Dataset entries
■ ■ ■ ■ ■ ■ ■
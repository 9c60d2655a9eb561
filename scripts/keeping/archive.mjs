import { createHash } from 'node:crypto'
import { createReadStream, existsSync, mkdirSync, readdirSync, renameSync, rmSync } from 'node:fs'
import { dirname, join, relative } from 'node:path'
import { pipeline } from 'node:stream/promises'
import { run } from '../local/processes.mjs'

/** Names inside an archive. */
export const inside = { manifest: 'manifest.json', database: 'database.sql', files: 'files' }

/**
 * Packs a folder into one .tar.gz that only this account can read, whole or not at all.
 * @param {string} folder
 * @param {string} archive path to write
 */
export async function pack(folder, archive) {
  mkdirSync(dirname(archive), { recursive: true, mode: 0o700 })
  const half = `${archive}.unfinished`
  try {
    await run('sh', ['-c', 'umask 077 && exec tar -czf "$1" -C "$2" .', 'sh', half, folder], { quiet: true })
    renameSync(half, archive)
  } finally {
    rmSync(half, { force: true })
  }
}

/** Unpacks an archive into an empty folder. */
export async function unpack(archive, folder) {
  await run('tar', ['-xzf', archive, '-C', folder, '--no-same-owner'], { quiet: true })
}

/**
 * SHA-256 of every file below a folder, by its path; nothing when the folder is not there.
 * @param {string} folder
 * @returns {Promise<Record<string, string>>}
 */
export async function fileChecksums(folder) {
  const sums = {}
  if (!existsSync(folder)) return sums
  for (const entry of readdirSync(folder, { withFileTypes: true, recursive: true })) {
    if (!entry.isFile()) continue
    const path = join(entry.parentPath ?? entry.path, entry.name)
    sums[relative(folder, path)] = await fileChecksum(path)
  }
  return sums
}

/** SHA-256 of one file. */
export async function fileChecksum(path) {
  const hash = createHash('sha256')
  await pipeline(createReadStream(path), hash)
  return hash.digest('hex')
}
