"""First-party motions bound to an arc: candidates for the search and priors from the options."""

from __future__ import annotations

import numpy as np

from shiftfix.api import (
    BoundMotion,
    FixedMotion,
    Forces,
    HeightPrior,
    OrbitMotion,
    PolynomialMotion,
    SurfaceMotion,
    ValuePrior,
    circular_orbits,
    geodetic_from_itrs,
    ground_places,
    itrs_from_geodetic,
    tai_ns_from_utc,
)


def orbit(options, scene) -> BoundMotion:
    """Return an orbit about the Earth."""
    radiation, drag = options.radiation_scale_sigma > 0, options.drag_scale_sigma > 0
    motion = OrbitMotion(
        scene.epoch_tai_ns,
        scene.span_s,
        scene.frame,
        Forces(drag=options.drag),
        estimate_radiation=radiation,
        estimate_drag=drag,
    )
    sigmas = [s for s in (options.radiation_scale_sigma, options.drag_scale_sigma) if s > 0]
    priors = tuple(ValuePrior(6 + k, 1.0, s) for k, s in enumerate(sigmas))

    def candidates(data):
        states, _ = circular_orbits(data)
        return np.hstack([states, np.ones((len(states), len(sigmas)))])

    def batch(parameters, times):
        return motion.propagate_batch(parameters[:, :6], times)

    return BoundMotion("orbit", motion, candidates, batch, "GCRS", scene.frame, priors)


def surface(options, scene) -> BoundMotion:
    """Return a vessel or vehicle on the ellipsoid."""
    turns = None
    if options.turn_times:
        turns = np.array([(tai_ns_from_utc(t) - scene.epoch_tai_ns) * 1e-9 for t in options.turn_times])
    motion = SurfaceMotion(scene.frame, legs=options.legs, turn_times_s=turns)
    names = motion.parameter_names
    priors = [ValuePrior(names.index("height_m"), options.height.value, options.height.sigma or 1.0)]
    priors += [
        ValuePrior(k, 0.0, options.speed_sigma)
        for k, name in enumerate(names)
        if name.endswith("_m_s") or "_m_s_" in name
    ]
    turn_index = [k for k, name in enumerate(names) if name.startswith("turn")]
    first, last = scene.span_s
    for k in turn_index:
        priors.append(ValuePrior(k, 0.5 * (first + last), 0.5 * (last - first)))

    def candidates(data):
        latitude, longitude, height = _region(options, scene, data, options.height.value)
        base = np.zeros((len(latitude), len(names)))
        base[:, 0], base[:, 1], base[:, names.index("height_m")] = latitude, longitude, height
        if not turn_index:
            return base
        count = len(turn_index)
        out = []
        for shift in (0.3, 0.5, 0.7) if count == 1 else (0.0,):
            moved = base.copy()
            for j, k in enumerate(turn_index):
                share = shift if count == 1 else (j + 1) / (count + 1)
                moved[:, k] = first + share * (last - first)
            out.append(moved)
        return np.vstack(out)

    return BoundMotion(
        "surface",
        motion,
        candidates,
        motion.states_batch,
        "ITRS",
        scene.frame,
        tuple(priors),
        scanned=tuple(turn_index),
    )


def fixed(options, scene) -> BoundMotion:
    """Return an emitter at rest on the ground."""
    motion = FixedMotion(scene.frame)
    priors = (ValuePrior(2, options.height.value, options.height.sigma or 1.0),)

    def candidates(data):
        return np.column_stack(_region(options, scene, data, options.height.value))

    return BoundMotion("fixed", motion, candidates, motion.states_batch, "ITRS", scene.frame, priors)


def polynomial(options, scene) -> BoundMotion:
    """Return a straight flight in the Earth-fixed frame."""
    motion = PolynomialMotion(scene.frame, degree=options.degree)
    priors: list = [ValuePrior(k, 0.0, options.speed_sigma) for k in (3, 4, 5)]
    if options.degree == 2:
        priors += [ValuePrior(k, 0.0, options.acceleration_sigma) for k in (6, 7, 8)]
    if options.height is not None:
        priors.append(HeightPrior(options.height.value, options.height.sigma or 1.0))
    heights = [options.height.value] if options.height is not None else [1e3, 6e3, 11e3, 20e3]

    def candidates(data):
        out = []
        for height in heights:
            latitude, longitude, h = _region(options, scene, data, height)
            position = itrs_from_geodetic(latitude, longitude, h)
            out.append(np.hstack([position, np.zeros((len(position), 3 * options.degree))]))
        return np.vstack(out)

    return BoundMotion(
        "polynomial",
        motion,
        candidates,
        motion.states_batch,
        "ITRS",
        scene.frame,
        tuple(priors),
        options.height is not None,
    )


def _region(options, scene, data, height_m: float):
    """Return places to start from: the declared region, what orbiting receivers see, or the stations' surroundings."""
    frame = scene.frame
    if options.centre_latitude is not None and options.centre_longitude is not None:
        centre = itrs_from_geodetic(np.radians(options.centre_latitude), np.radians(options.centre_longitude), 0.0)
        return ground_places(centre, options.radius or 500e3, height_m)
    moving = [s for s in np.unique(data.station) if scene.receivers[s].moving]
    position, _ = frame.to_itrs(data.times_s, data.position, data.velocity)
    altitude = np.linalg.norm(position, axis=1) - 6371e3
    if moving and altitude.max() > 50e3:
        # Places that every receiver position has above its horizon.
        centre = position.sum(0)
        unit = position / np.linalg.norm(position, axis=1)[:, None]
        radius = 6371e3 * float(np.arccos(np.clip(6371e3 / np.linalg.norm(position, axis=1), -1, 1)).max()) + 300e3
        latitude, longitude, height = ground_places(centre, options.radius or radius, height_m, 1500)
        place = itrs_from_geodetic(latitude, longitude, height)
        line = position[None] - place[:, None]
        up = place / np.linalg.norm(place, axis=1)[:, None]
        elevation = np.einsum("bni,bi->bn", line, up) / np.linalg.norm(line, axis=2)
        # Two degrees below the horizon of refraction and lattice spacing; a few rows may come from beyond it.
        seen = (elevation > -0.05).mean(1) > 0.9
        seen = seen if seen.any() else np.ones(len(place), bool)
        del unit
        return latitude[seen], longitude[seen], height[seen]
    centre = position.mean(0)
    spread = float(np.linalg.norm(position - centre, axis=1).max())
    latitude, longitude, _ = geodetic_from_itrs(centre)
    centre = itrs_from_geodetic(latitude, longitude, 0.0)
    return ground_places(centre, options.radius or (3.0 * spread + 150e3), height_m, 300)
■ ■ ■ ■ ■ ■ ■
> _THE PROBLEM_: Would you copy, unchanged, the stretch of the records above that begins at the line containing "readdirSync, renameSync, rmSync" and ends at the line containing "if (!existsSync(folder)) return sums", and only that?

> _TASK RESULT_:
import { createReadStream, existsSync, mkdirSync, readdirSync, renameSync, rmSync } from 'node:fs'
import { dirname, join, relative } from 'node:path'
import { pipeline } from 'node:stream/promises'
import { run } from '../local/processes.mjs'

/** Names inside an archive. */
export const inside = { manifest: 'manifest.json', database: 'database.sql', files: 'files' }

/**
 * Packs a folder into one .tar.gz that only this account can read, whole or not at all.
 * @param {string} folder
 * @param {string} archive path to write
 */
export async function pack(folder, archive) {
  mkdirSync(dirname(archive), { recursive: true, mode: 0o700 })
  const half = `${archive}.unfinished`
  try {
    await run('sh', ['-c', 'umask 077 && exec tar -czf "$1" -C "$2" .', 'sh', half, folder], { quiet: true })
    renameSync(half, archive)
  } finally {
    rmSync(half, { force: true })
  }
}

/** Unpacks an archive into an empty folder. */
export async function unpack(archive, folder) {
  await run('tar', ['-xzf', archive, '-C', folder, '--no-same-owner'], { quiet: true })
}

/**
 * SHA-256 of every file below a folder, by its path; nothing when the folder is not there.
 * @param {string} folder
 * @returns {Promise<Record<string, string>>}
 */
export async function fileChecksums(folder) {
  const sums = {}
  if (!existsSync(folder)) return sums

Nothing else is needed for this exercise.